[Opening Records to process section]

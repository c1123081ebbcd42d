"""The intake list: filters narrow it, badges show scores and flags."""

from __future__ import annotations

from pathlib import Path

from playwright.sync_api import Page, expect

from tests.browser.conftest import screenshot_widths, sign_in


def test_filters_narrow_the_list(page: Page, live_server: str, screenshot_dir: Path) -> None:
    sign_in(page, live_server)
    page.goto(live_server)
    rows = page.locator(".intake-list tbody tr")
    assert rows.count() >= 4  # the demo's four deliveries at least
    screenshot_widths(page, screenshot_dir, "intake-list")
    page.get_by_label("Supplier").select_option(label="Brannock Bay fishing cooperative")
    page.get_by_label("Order").select_option("score")
    page.get_by_role("button", name="Show").click()
    expect(rows).to_have_count(2)
    for row in rows.all():
        expect(row).to_contain_text("Brannock Bay fishing cooperative")
        expect(row.locator(".badge.status-ready")).to_have_count(1)
    page.get_by_label("File name contains").fill("w11")
    page.get_by_role("button", name="Show").click()
    expect(rows).to_have_count(1)
    expect(rows.first.locator(".flag-counts .badge").first).to_be_visible()
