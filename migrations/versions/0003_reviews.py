"""Reviews: supplier rules versions, judgements, decisions, comment threads and comments.

Revision ID: 0003
Revises: 0002
Create Date: 2026-12-01 19:44:26
"""

from __future__ import annotations

from collections.abc import Sequence

import sqlalchemy as sa
from alembic import op
from sqlalchemy.dialects import postgresql

revision: str = "0003"
down_revision: str | None = "0002"
branch_labels: str | Sequence[str] | None = None
depends_on: str | Sequence[str] | None = None

Timestamp = sa.DateTime(timezone=True)
Document = sa.JSON().with_variant(postgresql.JSONB(astext_type=sa.Text()), "postgresql")


def _index(table: str, column: str) -> None:
    op.create_index(op.f(f"ix_{table}_{column}"), table, [column], unique=False)


def _fk(table: str, column: str, target: str, ondelete: str | None = None):
    return sa.ForeignKeyConstraint(
        [column],
        [f"{target}.id"],
        name=op.f(f"fk_{table}_{column}_{target}"),
        ondelete=ondelete,
    )


def upgrade() -> None:
    op.create_table(
        "supplier_rules",
        sa.Column("id", sa.Integer(), nullable=False),
        sa.Column("supplier_id", sa.Integer(), nullable=False),
        sa.Column("version", sa.Integer(), nullable=False),
        sa.Column("document", Document, nullable=False),
        sa.Column("note", sa.Text(), nullable=False),
        sa.Column("created_by", sa.String(length=100), nullable=False),
        sa.Column("created_at", Timestamp, nullable=False),
        _fk("supplier_rules", "supplier_id", "supplier", "CASCADE"),
        sa.PrimaryKeyConstraint("id", name=op.f("pk_supplier_rules")),
        sa.UniqueConstraint(
            "supplier_id", "version", name=op.f("uq_supplier_rules_supplier_id_version")
        ),
    )
    _index("supplier_rules", "supplier_id")

    op.create_table(
        "comment_thread",
        sa.Column("id", sa.Integer(), nullable=False),
        sa.Column("intake_id", sa.Integer(), nullable=False),
        sa.Column("supplier_id", sa.Integer(), nullable=False),
        sa.Column("column_name", sa.String(length=500), nullable=True),
        sa.Column("flag_code", sa.String(length=60), nullable=True),
        sa.Column("status", sa.String(length=20), nullable=False),
        sa.Column("earlier_thread_id", sa.Integer(), nullable=True),
        sa.Column("created_by", sa.String(length=100), nullable=False),
        sa.Column("created_at", Timestamp, nullable=False),
        sa.Column("resolved_by", sa.String(length=100), nullable=True),
        sa.Column("resolved_at", Timestamp, nullable=True),
        _fk("comment_thread", "earlier_thread_id", "comment_thread", "SET NULL"),
        _fk("comment_thread", "intake_id", "intake", "CASCADE"),
        _fk("comment_thread", "supplier_id", "supplier"),
        sa.PrimaryKeyConstraint("id", name=op.f("pk_comment_thread")),
    )
    _index("comment_thread", "intake_id")
    _index("comment_thread", "supplier_id")

    op.create_table(
        "decision",
        sa.Column("id", sa.Integer(), nullable=False),
        sa.Column("intake_id", sa.Integer(), nullable=False),
        sa.Column("verdict", sa.String(length=30), nullable=False),
        sa.Column("reason", sa.Text(), nullable=False),
        sa.Column("decided_by", sa.String(length=100), nullable=False),
        sa.Column("decided_by_id", sa.Integer(), nullable=True),
        sa.Column("rules_version", sa.Integer(), nullable=True),
        sa.Column("score", sa.Integer(), nullable=True),
        sa.Column("created_at", Timestamp, nullable=False),
        _fk("decision", "intake_id", "intake", "CASCADE"),
        sa.PrimaryKeyConstraint("id", name=op.f("pk_decision")),
    )
    _index("decision", "intake_id")

    op.create_table(
        "judgement",
        sa.Column("id", sa.Integer(), nullable=False),
        sa.Column("intake_id", sa.Integer(), nullable=False),
        sa.Column("rules_id", sa.Integer(), nullable=True),
        sa.Column("rules_version", sa.Integer(), nullable=True),
        sa.Column("baseline_intake_id", sa.Integer(), nullable=True),
        sa.Column("baseline_chosen", sa.Boolean(), nullable=False),
        sa.Column("assessment", Document, nullable=False),
        sa.Column("drift", Document, nullable=True),
        sa.Column("overall_score", sa.Integer(), nullable=True),
        sa.Column("suggested_verdict", sa.String(length=20), nullable=False),
        sa.Column("critical", sa.Integer(), nullable=False),
        sa.Column("warnings", sa.Integer(), nullable=False),
        sa.Column("infos", sa.Integer(), nullable=False),
        sa.Column("judged_at", Timestamp, nullable=False),
        _fk("judgement", "baseline_intake_id", "intake", "SET NULL"),
        _fk("judgement", "intake_id", "intake", "CASCADE"),
        _fk("judgement", "rules_id", "supplier_rules", "SET NULL"),
        sa.PrimaryKeyConstraint("id", name=op.f("pk_judgement")),
        sa.UniqueConstraint("intake_id", name=op.f("uq_judgement_intake_id")),
    )

    op.create_table(
        "comment",
        sa.Column("id", sa.Integer(), nullable=False),
        sa.Column("thread_id", sa.Integer(), nullable=False),
        sa.Column("author", sa.String(length=100), nullable=False),
        sa.Column("author_id", sa.Integer(), nullable=True),
        sa.Column("body", sa.Text(), nullable=False),
        sa.Column("created_at", Timestamp, nullable=False),
        sa.Column("edited_at", Timestamp, nullable=True),
        _fk("comment", "thread_id", "comment_thread", "CASCADE"),
        sa.PrimaryKeyConstraint("id", name=op.f("pk_comment")),
    )
    _index("comment", "thread_id")


def downgrade() -> None:
    op.drop_index(op.f("ix_comment_thread_id"), table_name="comment")
    op.drop_table("comment")
    op.drop_table("judgement")
    op.drop_index(op.f("ix_decision_intake_id"), table_name="decision")
    op.drop_table("decision")
    op.drop_index(op.f("ix_comment_thread_supplier_id"), table_name="comment_thread")
    op.drop_index(op.f("ix_comment_thread_intake_id"), table_name="comment_thread")
    op.drop_table("comment_thread")
    op.drop_index(op.f("ix_supplier_rules_supplier_id"), table_name="supplier_rules")
    op.drop_table("supplier_rules")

[Closing Records to process section]

[What is needed]: Every line of the records should be reproduced exactly.

[Result]:
repository c1123081ebbcd42d
"""The intake list: filters narrow it, badges show scores and flags."""

from __future__ import annotations

from pathlib import Path

from playwright.sync_api import Page, expect

from tests.browser.conftest import screenshot_widths, sign_in


def test_filters_narrow_the_list(page: Page, live_server: str, screenshot_dir: Path) -> None:
    sign_in(page, live_server)
    page.goto(live_server)
    rows = page.locator(".intake-list tbody tr")
    assert rows.count() >= 4  # the demo's four deliveries at least
    screenshot_widths(page, screenshot_dir, "intake-list")
    page.get_by_label("Supplier").select_option(label="Brannock Bay fishing cooperative")
    page.get_by_label("Order").select_option("score")
    page.get_by_role("button", name="Show").click()
    expect(rows).to_have_count(2)
    for row in rows.all():
        expect(row).to_contain_text("Brannock Bay fishing cooperative")
        expect(row.locator(".badge.status-ready")).to_have_count(1)
    page.get_by_label("File name contains").fill("w11")
    page.get_by_role("button", name="Show").click()
    expect(rows).to_have_count(1)
    expect(rows.first.locator(".flag-counts .badge").first).to_be_visible()
filename migrations/versions/0003_reviews.py
"""Reviews: supplier rules versions, judgements, decisions, comment threads and comments.

Revision ID: 0003
Revises: 0002
Create Date: 2026-12-01 19:44:26
"""

from __future__ import annotations

from collections.abc import Sequence

import sqlalchemy as sa
from alembic import op
from sqlalchemy.dialects import postgresql

revision: str = "0003"
down_revision: str | None = "0002"
branch_labels: str | Sequence[str] | None = None
depends_on: str | Sequence[str] | None = None

Timestamp = sa.DateTime(timezone=True)
Document = sa.JSON().with_variant(postgresql.JSONB(astext_type=sa.Text()), "postgresql")


def _index(table: str, column: str) -> None:
    op.create_index(op.f(f"ix_{table}_{column}"), table, [column], unique=False)


def _fk(table: str, column: str, target: str, ondelete: str | None = None):
    return sa.ForeignKeyConstraint(
        [column],
        [f"{target}.id"],
        name=op.f(f"fk_{table}_{column}_{target}"),
        ondelete=ondelete,
    )


def upgrade() -> None:
    op.create_table(
        "supplier_rules",
        sa.Column("id", sa.Integer(), nullable=False),
        sa.Column("supplier_id", sa.Integer(), nullable=False),
        sa.Column("version", sa.Integer(), nullable=False),
        sa.Column("document", Document, nullable=False),
        sa.Column("note", sa.Text(), nullable=False),
        sa.Column("created_by", sa.String(length=100), nullable=False),
        sa.Column("created_at", Timestamp, nullable=False),
        _fk("supplier_rules", "supplier_id", "supplier", "CASCADE"),
        sa.PrimaryKeyConstraint("id", name=op.f("pk_supplier_rules")),
        sa.UniqueConstraint(
            "supplier_id", "version", name=op.f("uq_supplier_rules_supplier_id_version")
        ),
    )
    _index("supplier_rules", "supplier_id")

    op.create_table(
        "comment_thread",
        sa.Column("id", sa.Integer(), nullable=False),
        sa.Column("intake_id", sa.Integer(), nullable=False),
        sa.Column("supplier_id", sa.Integer(), nullable=False),
        sa.Column("column_name", sa.String(length=500), nullable=True),
        sa.Column("flag_code", sa.String(length=60), nullable=True),
        sa.Column("status", sa.String(length=20), nullable=False),
        sa.Column("earlier_thread_id", sa.Integer(), nullable=True),
        sa.Column("created_by", sa.String(length=100), nullable=False),
        sa.Column("created_at", Timestamp, nullable=False),
        sa.Column("resolved_by", sa.String(length=100), nullable=True),
        sa.Column("resolved_at", Timestamp, nullable=True),
        _fk("comment_thread", "earlier_thread_id", "comment_thread", "SET NULL"),
        _fk("comment_thread", "intake_id", "intake", "CASCADE"),
        _fk("comment_thread", "supplier_id", "supplier"),
        sa.PrimaryKeyConstraint("id", name=op.f("pk_comment_thread")),
    )
    _index("comment_thread", "intake_id")
    _index("comment_thread", "supplier_id")

    op.create_table(
        "decision",
        sa.Column("id", sa.Integer(), nullable=False),
        sa.Column("intake_id", sa.Integer(), nullable=False),
        sa.Column("verdict", sa.String(length=30), nullable=False),
        sa.Column("reason", sa.Text(), nullable=False),
        sa.Column("decided_by", sa.String(length=100), nullable=False),
        sa.Column("decided_by_id", sa.Integer(), nullable=True),
        sa.Column("rules_version", sa.Integer(), nullable=True),
        sa.Column("score", sa.Integer(), nullable=True),
        sa.Column("created_at", Timestamp, nullable=False),
        _fk("decision", "intake_id", "intake", "CASCADE"),
        sa.PrimaryKeyConstraint("id", name=op.f("pk_decision")),
    )
    _index("decision", "intake_id")

    op.create_table(
        "judgement",
        sa.Column("id", sa.Integer(), nullable=False),
        sa.Column("intake_id", sa.Integer(), nullable=False),
        sa.Column("rules_id", sa.Integer(), nullable=True),
        sa.Column("rules_version", sa.Integer(), nullable=True),
        sa.Column("baseline_intake_id", sa.Integer(), nullable=True),
        sa.Column("baseline_chosen", sa.Boolean(), nullable=False),
        sa.Column("assessment", Document, nullable=False),
        sa.Column("drift", Document, nullable=True),
        sa.Column("overall_score", sa.Integer(), nullable=True),
        sa.Column("suggested_verdict", sa.String(length=20), nullable=False),
        sa.Column("critical", sa.Integer(), nullable=False),
        sa.Column("warnings", sa.Integer(), nullable=False),
        sa.Column("infos", sa.Integer(), nullable=False),
        sa.Column("judged_at", Timestamp, nullable=False),
        _fk("judgement", "baseline_intake_id", "intake", "SET NULL"),
        _fk("judgement", "intake_id", "intake", "CASCADE"),
        _fk("judgement", "rules_id", "supplier_rules", "SET NULL"),
        sa.PrimaryKeyConstraint("id", name=op.f("pk_judgement")),
        sa.UniqueConstraint("intake_id", name=op.f("uq_judgement_intake_id")),
    )

    op.create_table(
        "comment",
        sa.Column("id", sa.Integer(), nullable=False),
        sa.Column("thread_id", sa.Integer(), nullable=False),
        sa.Column("author", sa.String(length=100), nullable=False),
        sa.Column("author_id", sa.Integer(), nullable=True),
        sa.Column("body", sa.Text(), nullable=False),
        sa.Column("created_at", Timestamp, nullable=False),
        sa.Column("edited_at", Timestamp, nullable=True),
        _fk("comment", "thread_id", "comment_thread", "CASCADE"),
        sa.PrimaryKeyConstraint("id", name=op.f("pk_comment")),
    )
    _index("comment", "thread_id")


def downgrade() -> None:
    op.drop_index(op.f("ix_comment_thread_id"), table_name="comment")
    op.drop_table("comment")
    op.drop_table("judgement")
    op.drop_index(op.f("ix_decision_intake_id"), table_name="decision")
    op.drop_table("decision")
    op.drop_index(op.f("ix_comment_thread_supplier_id"), table_name="comment_thread")
    op.drop_index(op.f("ix_comment_thread_intake_id"), table_name="comment_thread")
    op.drop_table("comment_thread")
    op.drop_index(op.f("ix_supplier_rules_supplier_id"), table_name="supplier_rules")
    op.drop_table("supplier_rules")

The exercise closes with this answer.